__Dataset entries__.
********************
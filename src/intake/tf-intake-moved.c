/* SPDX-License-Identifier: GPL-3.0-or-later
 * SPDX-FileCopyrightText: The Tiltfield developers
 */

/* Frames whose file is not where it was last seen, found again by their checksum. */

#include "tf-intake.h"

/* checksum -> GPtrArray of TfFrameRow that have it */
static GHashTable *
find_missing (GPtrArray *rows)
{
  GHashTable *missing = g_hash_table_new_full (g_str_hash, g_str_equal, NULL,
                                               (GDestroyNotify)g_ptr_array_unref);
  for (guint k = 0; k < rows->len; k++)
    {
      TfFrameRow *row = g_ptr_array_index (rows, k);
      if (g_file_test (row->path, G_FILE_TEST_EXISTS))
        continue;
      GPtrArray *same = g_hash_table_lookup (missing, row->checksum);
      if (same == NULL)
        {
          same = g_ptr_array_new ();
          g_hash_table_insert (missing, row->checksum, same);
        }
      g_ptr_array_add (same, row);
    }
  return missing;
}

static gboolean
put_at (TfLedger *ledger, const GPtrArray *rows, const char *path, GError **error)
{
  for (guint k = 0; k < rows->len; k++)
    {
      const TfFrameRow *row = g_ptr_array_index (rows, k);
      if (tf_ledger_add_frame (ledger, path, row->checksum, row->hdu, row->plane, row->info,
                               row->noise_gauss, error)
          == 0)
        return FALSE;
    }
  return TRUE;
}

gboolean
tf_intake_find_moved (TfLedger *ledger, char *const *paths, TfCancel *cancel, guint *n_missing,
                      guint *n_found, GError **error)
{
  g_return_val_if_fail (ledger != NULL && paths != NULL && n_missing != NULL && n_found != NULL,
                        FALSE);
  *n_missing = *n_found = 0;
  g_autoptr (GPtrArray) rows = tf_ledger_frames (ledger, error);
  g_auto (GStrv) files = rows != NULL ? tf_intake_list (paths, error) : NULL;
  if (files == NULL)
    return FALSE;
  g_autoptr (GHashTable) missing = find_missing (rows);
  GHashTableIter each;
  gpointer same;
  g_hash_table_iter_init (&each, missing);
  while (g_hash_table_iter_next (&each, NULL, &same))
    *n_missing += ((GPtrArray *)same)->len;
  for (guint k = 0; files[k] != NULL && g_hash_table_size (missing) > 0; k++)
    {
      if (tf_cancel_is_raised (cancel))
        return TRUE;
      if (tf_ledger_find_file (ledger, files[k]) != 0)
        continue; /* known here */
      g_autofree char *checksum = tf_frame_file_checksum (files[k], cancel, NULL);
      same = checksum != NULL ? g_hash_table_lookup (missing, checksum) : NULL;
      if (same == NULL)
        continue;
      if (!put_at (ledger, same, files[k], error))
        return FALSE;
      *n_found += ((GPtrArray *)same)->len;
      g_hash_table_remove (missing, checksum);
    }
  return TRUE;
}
********************
__Work item__. A single number is the expected answer: how many lines of the entries contain "TfLedger".

__Reply__. 2